Assignment: Below are records; quote them exactly from the first line through the line that contains "assert 0.0 <= mean_open_circuit_voltage(chemistry)".

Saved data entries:
-- Opening Marker --

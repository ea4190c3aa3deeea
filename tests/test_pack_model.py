"""The pack under load: OCV tables, Ohm's-law sag, energy use and range against the brief's
check value and the energy balance."""

from __future__ import annotations

import itertools

import pytest
from hypothesis import given, settings
from hypothesis import strategies as st

from reviewer.engineering.cells import CELL_VOLTAGES
from reviewer.engineering.pack import (
    OCV_TABLES,
    cell_open_circuit_voltage,
    delivered_energy_wh,
    energy_per_km,
    lowest_charge_for_peak,
    mean_open_circuit_voltage,
    pack_open_circuit_voltage,
    pack_resistance,
    range_km,
    state_of_charge_at,
    terminal_voltage,
    usable_energy_wh,
)
from reviewer.engineering.roadload import AIR_DENSITY_ISA, kmh_to_ms, road_load_force


@pytest.mark.parametrize("chemistry", sorted(OCV_TABLES))
def test_table_ends_are_the_cell_full_and_cutoff_voltages(chemistry: str) -> None:
    # from memory (Linden, Handbook of Batteries), as held in reviewer.engineering.cells
    cell = CELL_VOLTAGES[chemistry]
    assert cell_open_circuit_voltage(chemistry, 0.0) == cell.cutoff
    assert cell_open_circuit_voltage(chemistry, 1.0) == cell.full


@pytest.mark.parametrize("chemistry", sorted(OCV_TABLES))
def test_open_circuit_voltage_rises_with_charge(chemistry: str) -> None:
    # from memory (Linden): the OCV of every lithium chemistry rises monotonically with charge
    volts = [v for _, v in OCV_TABLES[chemistry]]
    charges = [s for s, _ in OCV_TABLES[chemistry]]
    assert all(b > a for a, b in itertools.pairwise(volts))
    assert all(b > a for a, b in itertools.pairwise(charges))


@pytest.mark.parametrize("chemistry", sorted(OCV_TABLES))
def test_mean_ocv_sits_just_above_the_nominal_voltage(chemistry: str) -> None:
    # from memory (Linden): the nominal voltage is a mean under a slow discharge, so the OCV
    # averaged over charge lies a little (under 0.15 V) above it
    nominal = CELL_VOLTAGES[chemistry].nominal
    assert 0.0 <= mean_open_circuit_voltage(chemistry) - nominal < 0.15


def test_lifepo4_plateau_is_flat() -> None:
    # from memory (Linden): iron phosphate holds within about 0.1 V from 20 % to 90 % charge
    assert (
        cell_open_circuit_voltage("lifepo4", 0.9) - cell_open_circuit_voltage("lifepo4", 0.2) < 0.1
    )


def test_interpolation_and_its_inverse() -> None:
    # linear interpolation between table points 0.2 (3.56 V) and 0.3 (3.63 V)
    assert cell_open_circuit_voltage("li-ion", 0.25) == pytest.approx(3.595)
    assert state_of_charge_at("li-ion", 3.595) == pytest.approx(0.25)
    assert state_of_charge_at("li-ion", 2.0) == 0.0
    assert state_of_charge_at("li-ion", 4.3) is None
    assert pack_open_circuit_voltage("li-ion", 1.0, 10) == pytest.approx(42.0)
    with pytest.raises(ValueError):
        cell_open_circuit_voltage("nimh", 0.5)
    with pytest.raises(ValueError):
        cell_open_circuit_voltage("li-ion", 1.2)


def test_pack_resistance_series_over_parallel() -> None:
    # circuit theory: resistors in series add, n equal ones in parallel divide by n;
    # 10s4p of 20 milliohm cells is 10 x 0.02 / 4 = 0.05 ohm
    assert pack_resistance(0.020, 10, 4) == pytest.approx(0.05)
    with pytest.raises(ValueError):
        pack_resistance(0.02, 0, 1)


def test_terminal_voltage_is_ohms_law_sag() -> None:
    # Ohm's law: 42 V open circuit, 20 A through 0.05 ohm drops 1.0 V
    assert terminal_voltage(42.0, 20.0, 0.05) == pytest.approx(41.0)
    assert terminal_voltage(42.0, 0.0, 0.05) == pytest.approx(42.0)


def test_lowest_charge_for_a_peak() -> None:
    # Ohm's law: 10s li-ion, 0.15 ohm, 40 A needs OCV >= 30 + 6 = 36 V, 3.6 V a cell: between
    # the table's 0.2 (3.56 V) and 0.3 (3.63 V) at 0.2 + 0.1 x 0.04 / 0.07 = 0.2571
    charge = lowest_charge_for_peak("li-ion", 10, 0.15, 40.0)
    assert charge == pytest.approx(0.2 + 0.1 * 0.04 / 0.07)
    at = terminal_voltage(pack_open_circuit_voltage("li-ion", charge, 10), 40.0, 0.15)
    assert at == pytest.approx(30.0)
    below = terminal_voltage(pack_open_circuit_voltage("li-ion", charge - 0.01, 10), 40.0, 0.15)
    assert below < 30.0


def test_a_pack_that_sags_below_cutoff_even_when_full() -> None:
    # Ohm's law: 42 V - 50 A x 0.3 ohm = 27 V, below a 30 V cut-off at any charge
    assert lowest_charge_for_peak("li-ion", 10, 0.3, 50.0) is None
    assert usable_energy_wh("li-ion", 10, 10.0, 0.3, 10.0, peak_current=50.0) == 0.0


def test_energy_use_check_value() -> None:
    # brief 13 check value (D): 90 kg, Crr 0.01, CdA 0.5 m^2, 20 km/h, 80 %: F = 18.28 N,
    # 6.35 Wh/km, with ISA sea-level air density 1.225 kg/m^3
    assert AIR_DENSITY_ISA == 1.225
    force = road_load_force(90.0, kmh_to_ms(20.0), 0.01, 0.5)
    assert force == pytest.approx(18.28, abs=0.005)
    assert energy_per_km(force, 0.8) == pytest.approx(6.35, abs=0.005)


def test_range_with_reserve() -> None:
    # definition (brief 13): range = usable energy less reserve over Wh/km;
    # 500 Wh with 10 % kept back at 6.35 Wh/km is 450 / 6.35 = 70.87 km
    assert range_km(500.0, 6.35, 0.10) == pytest.approx(70.87, abs=0.005)
    with pytest.raises(ValueError):
        range_km(500.0, 0.0)


def test_mean_ocv_of_one_linear_piece_is_its_midpoint() -> None:
    # trapezoid rule, exact for a straight line
    assert mean_open_circuit_voltage("li-ion", 0.3, 0.2) == pytest.approx((3.56 + 3.63) / 2)


@settings(max_examples=200, deadline=None)
@given(
    current=st.floats(0.0, 40.0),
    resistance=st.floats(0.0, 0.3),
    upper=st.floats(0.5, 1.0),
    lower=st.floats(0.0, 0.45),
)
def test_delivered_energy_plus_pack_loss_is_the_ocv_energy(
    current: float, resistance: float, upper: float, lower: float
) -> None:
    # conservation of energy: OCV x charge = energy at the terminals + I^2 R over the time
    # Q / I it takes, i.e. I R Q (when the terminals still see a positive voltage)
    capacity = 10.0
    charge = capacity * (upper - lower)
    ocv_energy = charge * 10 * mean_open_circuit_voltage("li-ion", upper, lower)
    delivered = delivered_energy_wh("li-ion", 10, capacity, resistance, current, upper, lower)
    assert delivered + current * resistance * charge == pytest.approx(ocv_energy)
    assert delivered <= ocv_energy * (1 + 1e-12)


def test_usable_energy_stops_where_the_peak_trips_the_cutoff() -> None:
    # Ohm's law and the definition of usable energy (brief 13): a 40 A peak on 0.15 ohm ends
    # the ride at 25.7 % charge, so a 10 Ah 10s pack at 10 A gives up the charge above that only
    end = lowest_charge_for_peak("li-ion", 10, 0.15, 40.0)
    usable = usable_energy_wh("li-ion", 10, 10.0, 0.15, 10.0, peak_current=40.0)
    expected = 10.0 * (1.0 - end) * (10 * mean_open_circuit_voltage("li-ion", 1.0, end) - 1.5)
    assert usable == pytest.approx(expected)
    assert usable < usable_energy_wh("li-ion", 10, 10.0, 0.15, 10.0)
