def test_regenerative_braking_adds_its_energy_balance_force() -> None:
    # energy balance: 5 A into the 30 V cut-off pack brakes with F = V I / v above the 5 km/h
    # fade, at most Kt I_lim reduction / r = 47.7 N by the 10 A motor limit; the stop integrates
    # v dv / (a0 + F(v)/m) (here by a fine midpoint sum)
    data = scooter(controller__regen=True, controller__regen_current_limit="5 A")
    data["brakes"].append(REGEN_BRAKE)
    v, a0, fade = top_speed(100.0), 4.0, kmh_to_ms(5.0)
    steps = 200_000
    h = v / steps
    total = 0.0
    for i in range(steps):
        s = (i + 0.5) * h
        extra = min(30.0 * 5.0 / s, KT * 10 * 5 / 0.1) / 100.0 if s > fade else 0.0
        total += s / (a0 + min(extra, 0.4 * 0.7 * 9.80665)) * h
    assert flat_stop(data) == pytest.approx(v + total, rel=1e-4)
    assert flat_stop(data) < flat_stop(scooter())
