@pytest.mark.parametrize("voltage", ["32 V", "42 V", "58 V", None])
def test_fuse_voltage_is_judged_as_voltage_ratings_judges_it(voltage):
    # one fuse, one judgement: the same severity, limit, words and remedy in both rules
    from firstride_rules.voltage.ratings import RULE as VOLTAGE

    data = build(fuse(voltage=voltage))
    ours = by_subject(data)["fuse 'main' voltage rating"]
    theirs = next(f for f in run_rule_on(VOLTAGE, data) if f.subject == "fuse 'main'")
    assert ours.severity is theirs.severity
    assert (ours.measured, ours.limit, ours.comparison) == (
        theirs.measured,
        theirs.limit,
        theirs.comparison,
    )
    assert (ours.rationale, ours.remedy, ours.missing) == (
        theirs.rationale,
        theirs.remedy,
        theirs.missing,
    )


def test_breaking_capacity_against_the_prospective_current():
    # 10S1P, 30 mOhm cells: 300 mOhm pack + 1 m of 12 AWG; I = V / R (Ohm's law)
    expected = FULL / (0.3 + loop_ohms(12, 1.0))
    findings, figures, _ = rule_outputs(RULE, build(fuse()))
    finding = next(f for f in findings if f.subject == "fuse 'main' interrupting rating")
    assert finding.severity is Severity.PASS
    assert finding.measured.m_as("A") == pytest.approx(expected, rel=0.005)
    figure = next(f for f in figures if f.name == "prospective short-circuit current")
    assert figure.value.m_as("A") == pytest.approx(expected, rel=0.005)


def test_breaking_capacity_too_low_is_stop():
    # 10S4P, 10 mOhm cells: 25 mOhm pack + 5.2 mOhm wire = about 1390 A, over 1000 A
    data = build(fuse(), cell_resistance="0.01 ohm", parallel=4)
    finding = by_subject(data)["fuse 'main' interrupting rating"]
    expected = FULL / (0.025 + loop_ohms(12, 1.0))
    assert finding.severity is Severity.STOP
    assert finding.measured.m_as("A") == pytest.approx(expected, rel=0.005)
    assert finding.remedy.startswith(
        f"use a fuse with a breaking capacity of at least {int(expected) + 1} A"
    )


def test_unknown_pack_resistance_uses_the_wires_only():
    # worst case 42 V / 5.2 mOhm is about 8 kA: unassessed, naming the resistance that suffices:
    # 42 V / 1000 A - 5.211 mOhm = 36.8 mOhm for the pack, 3.68 mOhm per cell
    findings, _, assumptions = rule_outputs(RULE, build(fuse(), cell_resistance=None))
    finding = next(f for f in findings if f.subject == "fuse 'main' interrupting rating")
    assert finding.severity is Severity.UNASSESSED
    assert finding.missing == ("battery.cell_internal_resistance",)
    assert "3.68 mΩ" in finding.rationale
    assert any("cell_internal_resistance" in a.text for a in assumptions)


def test_worst_case_within_the_breaking_capacity_passes():
    # 2 x 1.5 m of 18 AWG: 62.85 mOhm, so at most 668 A even with no pack resistance
    wires = [wire("pack positive", 18, length="1.5 m"), wire("pack negative", 18, length="1.5 m")]
    finding = by_subject(build(fuse(), cell_resistance=None, wires=wires))[
        "fuse 'main' interrupting rating"
    ]
    assert finding.severity is Severity.PASS
    assert finding.measured.m_as("A") == pytest.approx(FULL / loop_ohms(18, 3.0), rel=0.005)


def test_missing_fuse_ratings_are_named():
    findings = by_subject(build(fuse(voltage=None, breaking=None)))
    voltage = findings["fuse 'main' voltage rating"]
    assert voltage.severity is Severity.UNASSESSED
    assert voltage.missing == ("fuses[0].voltage_rating",)
    breaking = findings["fuse 'main' interrupting rating"]
    assert breaking.severity is Severity.UNASSESSED
    assert breaking.missing == ("fuses[0].breaking_capacity",)


def test_no_battery_is_unassessed():
    finding = run_rule_on(RULE, {})[0]
    assert finding.severity is Severity.UNASSESSED
    assert finding.missing == ("battery",)


def test_window_without_a_known_design_current_gives_the_upper_bound():
    # NEC 240.4(D): 12 AWG at most 20 A, whatever the (unknown) design current
    data = build(fuse("25 A"), limit=None)
    del data["motors"][0]["rated_current"]
    finding = by_subject(data)["fuse 'main' rating"]
    assert finding.severity is Severity.FIX
    assert finding.remedy == (
        "fit a DC-rated fuse of at most 20 A, above the drive's normal current (fuses[].rating)"
    )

-- Closing Marker --

Output:
repository ea4190c3aa3deeea
filename tests/test_pack_model.py
"""The pack under load: OCV tables, Ohm's-law sag, energy use and range against the brief's
check value and the energy balance."""

from __future__ import annotations

import itertools

import pytest
from hypothesis import given, settings
from hypothesis import strategies as st

from reviewer.engineering.cells import CELL_VOLTAGES
from reviewer.engineering.pack import (
    OCV_TABLES,
    cell_open_circuit_voltage,
    delivered_energy_wh,
    energy_per_km,
    lowest_charge_for_peak,
    mean_open_circuit_voltage,
    pack_open_circuit_voltage,
    pack_resistance,
    range_km,
    state_of_charge_at,
    terminal_voltage,
    usable_energy_wh,
)
from reviewer.engineering.roadload import AIR_DENSITY_ISA, kmh_to_ms, road_load_force


@pytest.mark.parametrize("chemistry", sorted(OCV_TABLES))
def test_table_ends_are_the_cell_full_and_cutoff_voltages(chemistry: str) -> None:
    # from memory (Linden, Handbook of Batteries), as held in reviewer.engineering.cells
    cell = CELL_VOLTAGES[chemistry]
    assert cell_open_circuit_voltage(chemistry, 0.0) == cell.cutoff
    assert cell_open_circuit_voltage(chemistry, 1.0) == cell.full


@pytest.mark.parametrize("chemistry", sorted(OCV_TABLES))
def test_open_circuit_voltage_rises_with_charge(chemistry: str) -> None:
    # from memory (Linden): the OCV of every lithium chemistry rises monotonically with charge
    volts = [v for _, v in OCV_TABLES[chemistry]]
    charges = [s for s, _ in OCV_TABLES[chemistry]]
    assert all(b > a for a, b in itertools.pairwise(volts))
    assert all(b > a for a, b in itertools.pairwise(charges))


@pytest.mark.parametrize("chemistry", sorted(OCV_TABLES))
def test_mean_ocv_sits_just_above_the_nominal_voltage(chemistry: str) -> None:
    # from memory (Linden): the nominal voltage is a mean under a slow discharge, so the OCV
    # averaged over charge lies a little (under 0.15 V) above it
    nominal = CELL_VOLTAGES[chemistry].nominal
    assert 0.0 <= mean_open_circuit_voltage(chemistry) - nominal < 0.15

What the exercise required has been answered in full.